25.11.22

Ir a jogo (sem trunfos)

Nitin Sawhney, “Koyal”, in https://www.youtube.com/watch?v=dEg3Ok7aMyA

Manual de instruções (para os que dele precisarem): não se recusa uma boa peleja, que a verticalidade da coluna dorsal exige o devido cuidado e a covardia é um bolor que apequena. É preciso ir a jogo, sempre. Mesmo que não haja trunfos, nem sequer escondidos, na cartada que se alberga na manga sucessiva.

Ir a jogo, sempre. Porque o jogo ganha-se e perde-se, umas e outras vezes. Que ninguém se convença que existe um imperativo constante de saldar o jogo por triunfos. É da natureza do jogo dele sairmos perdedores, umas ou outras vezes, sem ser preciso cuidar da estatística e cair no poço fundo da angústia se a mórbida curiosidade mostrar números que causam condoimento. 

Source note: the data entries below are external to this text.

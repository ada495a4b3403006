"""Runs with costs known only as a range (issue 14 item 2).

Checks:
- A range whose three numbers are equal gives the fixed run byte for byte (the golden files in
  tests/golden/single_site/, invented test data; only the listed ranges and the scenario's hash
  differ in summary.json).
- On the same seed, every strategy's mean season cost equals, within the Monte Carlo error of the
  cost draws, the run with each cost fixed at its PERT mean: the counts do not depend on the costs,
  so by linearity of expectation E[sum n_i X_i] = sum n_i E[X_i] (common practice, no single
  source), and the PERT mean is (low + 4 likely + high) / 6 (Malcolm et al. 1959).
- The split of the spread: weather's and costs' parts add up to the drawn costs' variance, and a
  wider range gives the costs a larger share.
The history is real: daily crude oil moves shipped by the ``arch`` package with an honest
logistic forecast (tests/realdata.py); the costs are invented.
"""

from __future__ import annotations

import json
import re
from pathlib import Path

import numpy as np
import pytest

from realdata import wti_big_move
from simulator import read_scenario, run
from simulator.account.findings import account
from simulator.account.outputs import summary
from simulator.inputs.errors import InputError
from simulator.inputs.history import history_from_frame
from simulator.inputs.scenario import CostRange, scenario_from_text
from simulator.run import run_history

GOLDEN = Path(__file__).resolve().parent / "golden" / "single_site"


@pytest.mark.parametrize("name", ["plain", "calibrated"])
def test_ranges_of_zero_width_give_the_fixed_run_byte_for_byte(tmp_path, name):
    text = (GOLDEN / f"{name}.toml").read_text()
    text, n = re.subn(r"^(hit|false_alarm|miss|correct_negative) = (\S+)$",
                      r"\1 = {low = \2, likely = \2, high = \2}", text, flags=re.M)
    assert n >= 3
    (tmp_path / f"{name}.toml").write_text(text)
    (tmp_path / "history.csv").write_bytes((GOLDEN / "history.csv").read_bytes())
    result = run(read_scenario(tmp_path / f"{name}.toml"))
    assert result.table.to_csv(index=False, lineterminator="\n").encode() == \
        (GOLDEN / f"{name}.cutoffs.csv").read_bytes()
    written = summary(result)
    golden = json.loads((GOLDEN / f"{name}.summary.json").read_text())
    assert len(written.pop("cost_ranges")) == n and "cost_spread" not in written
    for contents in (written, golden):
        contents["scenario"].pop("sha256")
    written["account"] = [f for f in written["account"] if f["key"] != "cost_doubt"]
    assert written == golden


def test_the_calibrated_mode_draws_the_ranges_too(tmp_path):
    text = (GOLDEN / "calibrated.toml").read_text().replace("miss = 900", "miss = {low = 700, likely = 800, high = 1500}")
    (tmp_path / "c.toml").write_text(text)
    (tmp_path / "history.csv").write_bytes((GOLDEN / "history.csv").read_bytes())
    result = run(read_scenario(tmp_path / "c.toml"), replicates=200)
    assert result.cost_spread is not None and 0 < result.cost_spread.share_costs < 1


@pytest.fixture(scope="module")
def wti():
    return wti_big_move()


def _oil(wti, costs: str, replicates: int = 1000):
    scenario = scenario_from_text(f"""name = "oil desk"
[event]
name = "big move"
[costs]
{costs}
[simulation]
replicates = {replicates}
seed = 11
""")
    return scenario, run_history(scenario, history_from_frame(wti, scenario))


RANGES = ("hit = {low = 50, likely = 100, high = 250}\n"
          "false_alarm = {low = 300, likely = 400, high = 800}\n"
          "miss = {low = 600, likely = 1000, high = 2200}\n")


@pytest.fixture(scope="module")
def oil_runs(wti):
    scenario, drawn = _oil(wti, RANGES)
    means = {k.split(".")[1]: r.mean for k, r in scenario.cost_ranges().items()}
    fixed_text = "".join(f"{k} = {v!r}\n" for k, v in means.items())
    _, fixed = _oil(wti, fixed_text)
    return scenario, drawn, fixed


def test_every_strategys_mean_cost_matches_the_run_at_the_pert_means(oil_runs):
    scenario, drawn, fixed = oil_runs
    assert scenario.cost_ranges()["costs.miss"] == CostRange(low=600, likely=1000, high=2200)
    assert scenario.costs.miss == pytest.approx((600 + 4000 + 2200) / 6)
    assert drawn.theoretical_cutoff == fixed.theoretical_cutoff  # one figure: the PERT means
    pairs = [(drawn.model_cost, fixed.model_cost)] + [
        (drawn.baseline_cost[name][:, None], fixed.baseline_cost[name][:, None]) for name in drawn.baseline_cost]
    for a, b in pairs:
        difference = a - b  # the same seasons: only the drawn costs differ
        n = difference.shape[0]
        se = difference.std(axis=0, ddof=1) / np.sqrt(n)
        moved = np.abs(difference.mean(axis=0))
        assert (moved <= 4.5 * se + 1e-9).all()
        assert not np.array_equal(a, b)


def test_the_spread_is_split_between_weather_and_costs(oil_runs):
    _, drawn, fixed = oil_runs
    spread = drawn.cost_spread
    k = drawn.decision.recommended_index
    assert spread.total_variance == pytest.approx(np.var(drawn.model_cost[:, k], ddof=1))
    assert spread.weather_variance == pytest.approx(np.var(fixed.model_cost[:, k], ddof=1))
    assert 0 < spread.share_costs < 1
    assert spread.share_weather + spread.share_costs == pytest.approx(1)
    written = summary(drawn)
    assert written["cost_spread"]["cutoff"] == drawn.decision.recommended_cutoff
    assert written["cost_ranges"]["costs.miss"] == {"low": 600.0, "likely": 1000.0, "high": 2200.0,
                                                    "mean": pytest.approx(6800 / 6)}
    said = account(written).get("cost_doubt")
    assert said is not None and "from the weather" in said.sentence and "miss: 600 to 2,200 EUR a day, most likely 1,000 EUR" in said.sentence


def test_a_wrong_range_in_a_scenario_is_one_line(toml_text):
    text = toml_text(costs={"hit": 1, "false_alarm": 2, "miss": 3}).replace(
        "miss = 3", "miss = {low = 5, likely = 3, high = 9}")
    with pytest.raises(InputError, match=r"^s\.toml \[costs\] miss: a range needs low <= likely <= high"):
        scenario_from_text(text, label="s.toml")


def test_each_site_draws_its_own_ranges_as_a_run_of_that_site_alone_does():
    """Many sites: a site's season costs with the scenario's range and its own are those of a
    single-site run of its rows with the same ranges (invented correlated sites, tests/test_sites.py),
    and so are its stress case's, priced with the site's draws."""
    import pandas as pd

    from test_sites import SITES_TOML, correlated_sites

    frame = correlated_sites(20270415)
    ranged = SITES_TOML.replace("miss = 2500", "miss = {low = 2000, likely = 2400, high = 3400}")
    ranged += '[[stress]]\nname = "dearer false alarms"\ncost_multipliers = {false_alarm = 1.5}\n'
    scenario = scenario_from_text(ranged + '[sites."South".costs]\nhit = {low = 200, likely = 300, high = 500}\n')
    assert set(scenario.cost_ranges()) == {"costs.miss", "sites.South.costs.hit"}
    assert set(scenario.for_site("South").cost_ranges()) == {"costs.miss", "costs.hit"}
    result = run_history(scenario, history_from_frame(frame, scenario, label="history.csv"))
    alone_text = ranged.replace('site_column = "site"\n', "")
    for k, name in enumerate(("North", "South")):
        if name == "South":
            alone_text = alone_text.replace("hit = 300", "hit = {low = 200, likely = 300, high = 500}")
        alone_scenario = scenario_from_text(alone_text)
        rows = frame[frame["site"] == name].drop(columns="site").reset_index(drop=True)
        alone = run_history(alone_scenario, history_from_frame(rows, alone_scenario, label="history.csv"))
        site = result.sites[k]
        pd.testing.assert_frame_equal(site.table, alone.table, check_exact=True)
        np.testing.assert_array_equal(site.model_cost, alone.model_cost[:, alone.decision.recommended_index])
        assert alone.cost_spread is not None
        np.testing.assert_array_equal(site.stress[0].views[0].mean_cost, alone.stress[0].views[0].mean_cost)
    written = summary(result)
    assert set(written["cost_ranges"]) == {"costs.miss", "sites.South.costs.hit"} and "cost_spread" not in written
    said = account(written).get("cost_doubt")
    assert "for one site at a time only" in said.sentence and "hit at \u201cSouth\u201d: 200 to 500" in said.sentence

E pode-se ir a jogo mesmo que se saiba que os trunfos estão ausentes. A perícia do rumor, infundamentado como devem ser os rumores, é a arma secreta que não pode deixar de ser usada. Aceite-se a analogia simbólica: é um pouco como jogar à roleta russa (um jogo, outra vez): a loucura de não saber se o gatilho premido corresponde à câmara vazia ou se ela está, nessa posição, ocupada por uma bala, dispara o termómetro da adrenalina no próprio e no adversário de circunstância. A isto chamam, os jogadores encartados, bluff

E se as limitações da ética espreitarem pelo periscópio, que não fiquem os jogadores embaraçados: o bluff integra o arsenal dos estipêndios do jogo, não se pode considerá-lo uma mentira. Não abarca o remorso legítimo levantado pela consciência que se ativa enquanto tal. Os que vão a jogo devem jogá-lo de acordo com as regras estabelecidas. Delas não consta o impedimento do boato, nem o boato faz parte da semântica da mitomania. 

As dores de consciência por apego à ética ficam reservadas para núpcias diferentes, as que são extrajogo. O jogo admite um parêntesis na ética da mentira, excecionada quando o palco é do jogo. Os jogadores só devem recear se o boato não impedir que se perca o jogo.